Search code examples
encodinglibxml2

LibXML xmlTextReaderReadString encoding


I'm reading an xml document which is encoded in iso-8859-1. This encoding is also described in the documtent: <?xml version="1.0" encoding="ISO-8859-1"?>

When i read the xml elements, i'm getting the data in utf-8 encoding, but i need iso-8859-1 for further processing.

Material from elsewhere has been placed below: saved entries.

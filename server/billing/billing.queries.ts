import { and, asc, eq, inArray, sql } from 'drizzle-orm'
import { alias } from 'drizzle-orm/pg-core'
import type { Executor } from '@db/client'
import { chargeAdjustments, companies, payments, titleTransfers, users, yards } from '@db/schema'
import type { AdjustmentRecord, PaymentRecord } from '@shared/schemas/billing'

export type PaymentRow = typeof payments.$inferSelect
export type AdjustmentRow = typeof chargeAdjustments.$inferSelect

export const paymentRecord = (p: PaymentRow, takenBy: string): PaymentRecord => ({
  id: p.id,
  kind: p.kind,
  method: p.method,
  amountCents: p.amountCents,
  tenderedCents: p.tenderedCents,
  changeCents: p.changeCents,
  checkNumber: p.checkNumber,
  terminalReference: p.terminalReference,
  reason: p.reason,
  receiptEmail: p.receiptEmail,
  providerReference: p.providerReference,
  refundOfPaymentId: p.refundOfPaymentId,
  takenBy,
  takenAt: p.takenAt.toISOString(),
})

/** Who a payment names when no staff member took it: the owner paid by card from their page. */
export const OWNER_ONLINE = 'Owner, online'

/** A lien sale recorded on the vehicle (its day and how its price was applied), if any. */
export async function lienSaleOf(db: Executor, vehicleId: string) {
  const [row] = await db
    .select({ saleDate: titleTransfers.saleDate, priceCents: titleTransfers.priceCents, appliedCents: titleTransfers.appliedCents, surplusCents: titleTransfers.surplusCents, shortfallCents: titleTransfers.shortfallCents })
    .from(titleTransfers)
    .where(and(eq(titleTransfers.vehicleId, vehicleId), eq(titleTransfers.kind, 'lien_sale')))
  if (!row || row.appliedCents === null) return null
  return { saleDate: row.saleDate, priceCents: row.priceCents, appliedCents: row.appliedCents, surplusCents: row.surplusCents ?? 0, shortfallCents: row.shortfallCents ?? 0 }
}

/** A vehicle's payments and refunds, oldest first, with who took each. */
export async function paymentsOf(db: Executor, vehicleId: string): Promise<PaymentRecord[]> {
  const rows = await db
    .select({ p: payments, by: users.name })
    .from(payments)
    .leftJoin(users, eq(users.id, payments.takenById))
    .where(eq(payments.vehicleId, vehicleId))
    .orderBy(asc(payments.takenAt), asc(payments.id))
  return rows.map((r) => paymentRecord(r.p, r.by ?? OWNER_ONLINE))
}

const decider = alias(users, 'decider')

/** A vehicle's waivers and discounts, oldest first, with who asked and who decided. */
export async function adjustmentsOf(db: Executor, vehicleId: string): Promise<AdjustmentRecord[]> {
  const rows = await db
    .select({ a: chargeAdjustments, by: users.name, decidedBy: decider.name })
    .from(chargeAdjustments)
    .innerJoin(users, eq(users.id, chargeAdjustments.requestedById))
    .leftJoin(decider, eq(decider.id, chargeAdjustments.decidedById))
    .where(eq(chargeAdjustments.vehicleId, vehicleId))
    .orderBy(asc(chargeAdjustments.requestedAt), asc(chargeAdjustments.id))
  return rows.map(({ a, by, decidedBy }) => ({
    id: a.id,
    kind: a.kind,
    amountCents: a.amountCents,
    reason: a.reason,
    status: a.status,
    requestedBy: by,
    requestedById: a.requestedById,
    requestedAt: a.requestedAt.toISOString(),
    decidedBy: decidedBy ?? null,
    decidedAt: a.decidedAt?.toISOString() ?? null,
    declineReason: a.declineReason,
  }))
}

export interface MoneyTotals {
  /** Payments less refunds. */
  paidCents: number
  /** Approved waivers and discounts. */
  creditedCents: number
}

/** What has been paid and credited toward each vehicle's bill, in two grouped queries. */
export async function moneyTotals(db: Executor, vehicleIds: readonly string[]): Promise<Map<string, MoneyTotals>> {
  const out = new Map<string, MoneyTotals>()
  if (vehicleIds.length === 0) return out
  const ids = [...vehicleIds]
  // One after the other: inside a transaction the two share one connection.
  const paid = await db
      .select({ vehicleId: payments.vehicleId, cents: sql<number>`sum(case when ${payments.kind} = 'payment' then ${payments.amountCents} else -${payments.amountCents} end)::int` })
      .from(payments)
      .where(inArray(payments.vehicleId, ids))
      .groupBy(payments.vehicleId)
  const credited = await db
      .select({ vehicleId: chargeAdjustments.vehicleId, cents: sql<number>`sum(${chargeAdjustments.amountCents})::int` })
      .from(chargeAdjustments)
      .where(and(inArray(chargeAdjustments.vehicleId, ids), eq(chargeAdjustments.status, 'approved')))
      .groupBy(chargeAdjustments.vehicleId)
  const totals = (id: string) => {
    let t = out.get(id)
    if (!t) out.set(id, (t = { paidCents: 0, creditedCents: 0 }))
    return t
  }
  for (const r of paid) totals(r.vehicleId).paidCents = Number(r.cents)
  for (const r of credited) totals(r.vehicleId).creditedCents = Number(r.cents)
  return out
}

export async function paymentByKey(db: Executor, vehicleId: string, idempotencyKey: string): Promise<PaymentRow | undefined> {
  const [row] = await db.select().from(payments).where(and(eq(payments.vehicleId, vehicleId), eq(payments.idempotencyKey, idempotencyKey)))
  return row
}

/** The amount above which a waiver or discount needs a second manager (companies.waiver_approval_limit_cents). */
export async function approvalLimitOf(db: Executor, yardId: string): Promise<number> {
  const [row] = await db.select({ cents: companies.waiverApprovalLimitCents }).from(companies).innerJoin(yards, eq(yards.companyId, companies.id)).where(eq(yards.id, yardId))
  return row?.cents ?? 10_000
}

/** What was owed just before a payment or refund, as stored with it (its receipt reprints the same). */
export async function dueBeforeOf(db: Executor, paymentId: string): Promise<number> {
  const [row] = await db.select({ cents: payments.dueBeforeCents }).from(payments).where(eq(payments.id, paymentId))
  return row?.cents ?? 0
}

My code to read the file looks like this:

xmlTextReaderPtr reader;
reader = xmlReaderForFile(sessionFileName, "iso-8859-1", 0);
if (reader != NULL)
{
    ret = xmlTextReaderRead(reader);

    while (ret == 1)
    {
        //only inspect start of elements
        if (xmlTextReaderNodeType(reader) != XML_READER_TYPE_ELEMENT)
        {
            ret = xmlTextReaderRead(reader);
            continue;
        }

        //getting node name
        elem_name = xmlTextReaderConstName(reader);

        //getting content of element (text or cdata)
        xmlChar *elem_value = xmlTextReaderReadString(reader);
    }
}

As i understand http://xmlsoft.org/encoding.html, libxml2 stores all data internally in utf-8 and so elem_value is also utf-8. How can i get elem_value in iso-8859-1? Do i have convert it manually?

This would be my try:

        unsigned char *conv_value;

        if (elem_value)
        {
            int in_size = xmlStrlen(elem_value);
            int out_size  = in_size;

            conv_value = (unsigned char *)malloc((size_t)out_size + 1);

            if (UTF8Toisolat1(conv_value, &out_size, elem_value, &in_size) <= 0 ||
                (in_size - out_size) != 0)
            {
                //error while conversation
                free(conv_value);

                //take original value
                conv_value = elem_value;

                TRACE("error while converting, take utf-8 value");
            }
            else
            {
                conv_value[out_size] = 0; /* null terminating conv_value */
            }
        }

Solution

  • You're correct, you will need to convert it manually from utf-8 to iso-8859-1 after you get it out of the XML api. I get that this effectively "doubles the work" as it gets converted twice just to end up back at the original encoding, but converting to UTF-8 is an integral part of libxml's parsing process, and there's no way to tell it not to.

    The plus side is that if the content you're consuming suddenly changes to UTF-8 or UTF-16 or any other character set, your "get it from libxml and covert to iso-8859-1" code will still work properly.